Question

In: Anatomy and Physiology

A patient appears to have “white coat” hypertension- very high blood pressure when they come to...

A patient appears to have “white coat” hypertension- very high blood pressure when they come to the doctor’s office. When they are relaxed at home, blood pressure is fairly normal. Blood tests show that the patient has high sodium levels and low potassium levels during these periods of hypertension. Additionally, the patient’s medical records also showed that blood pressure rises unusually during fasting and illness as well, and that they had to stop taking an anti-inflammatory drug due to hypertension as a side effect. The physician talks to a colleague who is an endocrinologist specializing in genetics (to the rescue!).

The endocrinologist concluded that the patient might have inherited a mutation that affects the activity of a steroid hormone receptor (Receptor A) that binds to a steroid hormone (Hormone A) that plays an important role in blood pressure regulation. She found that the patient has a mutation that allows Receptor A to be activated even better by a second, related steroid Hormone B. Hormone B can now, by accident, strongly activate Receptor A even within the normal range of blood levels regulated by its negative feedback loop.

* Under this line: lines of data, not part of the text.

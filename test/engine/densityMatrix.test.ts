import { describe, expect, it } from 'vitest';
import {
  cloneDensityMatrix,
  createDensityMatrix,
  hermiticityResidual,
  MIN_EIGENVALUE_MAX_QUBITS,
  minEigenvalue,
  traceOf,
} from '../../src/engine/densityMatrix.js';
import type { DensityMatrix } from '../../src/engine/layout.js';
import { stateToDensityMatrix } from '../../src/engine/stateVector.js';
import { MAX_REGISTER_QUBITS } from '../../src/engine/targets.js';
import { mulberry32, randomState } from './helpers.js';

/** Tolerance for eigenvalues computed by ml-matrix against closed forms. */
const EIGEN_TOLERANCE = 1e-12;

/** A 1-qubit "density matrix" with the given 2×2 entries as [re, im] pairs. */
function twoByTwo(entries: Array<[number, number]>): DensityMatrix {
  return { n: 1, dim: 2, data: Float64Array.from(entries.flat()) };
}

describe('createDensityMatrix', () => {
  it('is |0…0⟩⟨0…0| of the right size', () => {
    const rho = createDensityMatrix(3);
    expect(rho.dim).toBe(8);
    expect(rho.data.length).toBe(2 * 64);
    expect(rho.data[0]).toBe(1);
    expect(rho.data.reduce((a, b) => a + Math.abs(b), 0)).toBe(1);
  });

  it('clone is independent', () => {
    const rho = createDensityMatrix(1);
    const c = cloneDensityMatrix(rho);
    c.data[0] = 0;
    expect(rho.data[0]).toBe(1);
  });
});

describe('traceOf and hermiticityResidual', () => {
  it('trace is the real sum of the diagonal', () => {
    expect(traceOf(twoByTwo([[0.25, 0.5], [1, 2], [3, 4], [0.5, -7]]))).toBe(0.75);
  });

  it('hermiticity residual is max |ρ_ij − conj(ρ_ji)|', () => {
    // ρ01 = 1 + 2i, ρ10 = 1 − 2i would be Hermitian; ρ10 = 1 + 2i differs by |4i| = 4
    expect(hermiticityResidual(twoByTwo([[0.5, 0], [1, 2], [1, -2], [0.5, 0]]))).toBe(0);
    expect(hermiticityResidual(twoByTwo([[0.5, 0], [1, 2], [1, 2], [0.5, 0]]))).toBe(4);
    // an imaginary diagonal entry is also non-Hermitian: |i·0.1 − (−i·0.1)| = 0.2
    expect(hermiticityResidual(twoByTwo([[0.5, 0.1], [0, 0], [0, 0], [0.5, 0]]))).toBeCloseTo(0.2, 15);
  });
});

describe('minEigenvalue (real symmetric embedding)', () => {
  // Closed form for a 2×2 Hermitian matrix [[a, z], [z̄, c]]: eigenvalues (a+c)/2 ± sqrt(((a−c)/2)² + |z|²) (common practice).
  it('matches the 2×2 closed form with a complex off-diagonal entry', () => {
    // [[1, 2−i], [2+i, 1]]: 1 ± √5
    expect(minEigenvalue(twoByTwo([[1, 0], [2, -1], [2, 1], [1, 0]]))).toBeCloseTo(1 - Math.sqrt(5), 12);
    // σ_y = [[0, −i], [i, 0]]: ±1; a real-only embedding that dropped B would give 0
    expect(Math.abs(minEigenvalue(twoByTwo([[0, 0], [0, -1], [0, 1], [0, 0]])) + 1)).toBeLessThan(EIGEN_TOLERANCE);
  });

  it('is 0 for a pure state of 3 qubits (rank one; Nielsen & Chuang §2.4.1, from memory)', () => {
    const rho = stateToDensityMatrix(randomState(mulberry32(2), 3));
    expect(Math.abs(minEigenvalue(rho))).toBeLessThan(EIGEN_TOLERANCE);
  });

  it('is 1/8 for the maximally mixed state of 3 qubits', () => {
    const rho = createDensityMatrix(3);
    rho.data[0] = 0;
    for (let i = 0; i < 8; i++) rho.data[2 * (i * 8 + i)] = 1 / 8;
    expect(Math.abs(minEigenvalue(rho) - 1 / 8)).toBeLessThan(EIGEN_TOLERANCE);
  });

  it('refuses registers above the limit', () => {
    expect(() => minEigenvalue({ n: MIN_EIGENVALUE_MAX_QUBITS + 1, dim: 0, data: new Float64Array(0) })).toThrow(RangeError);
  });
});

describe('register size checks', () => {
  it('rejects negative, fractional and oversized qubit counts', () => {
    expect(() => createDensityMatrix(-1)).toThrow(RangeError);
    expect(() => createDensityMatrix(1.5)).toThrow(RangeError);
    expect(() => createDensityMatrix(MAX_REGISTER_QUBITS + 1)).toThrow(RangeError);
  });
});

  • Hormone A: What is Hormone A? What regulates its secretion? What cells secrete it? What is its normal physiological role?
  • Hormone B: What is Hormone B? What regulates its secretion? What cells secrete it? What is its normal physiological role?

Solutions

Expert Solution

Hormone A is Aldosterone .

(Aldosterone Receptor is a receptor with equal affinity for mineralocorticoids -(Aldosterone) and glucocorticoids.In epithelial tissues, its activation leads to the expression of proteins regulating ionic and water transports resulting in the reabsorption of sodium, and as a consequence an increase in extracellular volume, increase in blood pressure,)

Aldosterone Secreation is regulated by renin-Angiotensin system.

(Renin is secreated by kidney in response to low bp or low sodium levels,Renin activates the renin–angiotensin system by cleaving angiotensinogen, produced by the liver, to yield angiotensin I, which is further converted into angiotensin II by Angiotensin converting enzyme.angiotensin 2 stimulates aldosterone secreation)

Aldosterone is secreated by Zona Glomerulosa of Adrenal glands

Normal physiological role :Aldosterone serves as the principal regulator of the salt and water balance of the body. It also has a small effect on the metabolism of fats, carbohydrates, and proteins.It causes sodium and water retention, which causes increased blood volume, and a subsequent increase in blood pressure .

Hormone B is Cortisol.

Aldosterone receptors have equall affinity for both Aldosterone and Cortisol ,But the mineralocorticoid(Aldosterone) receptor is protected from cortisol by co-localization of an enzyme, corticosteroid 11-beta-dehydrogenase isozyme 2 (11β-hydroxysteroid dehydrogenase 2; 11β-HSD2), that converts cortisol to inactive cortisone.

Inactivating mutations of the 11β-HSD2 gene and pharmacological inhibition of the enzyme allow cortisol to activate Aldosterone receptor

Cortisol secreation is regulated by the hypothalamic hormone, Corticosteroid Releasing Hormone(CRH), and the pituitary hormone, Adreno Cortico Tropic Hormone(ACTH), in the hypothalamus-pituitary-adrenal axis

It is secreated by zona fasciculata of adrenal gland.

Normal Physiological role:Cortisol can help control blood sugar levels, regulate metabolism, help reduce inflammation, and assist with memory formulation. It has a controlling effect on salt and water balance and helps control blood pressure.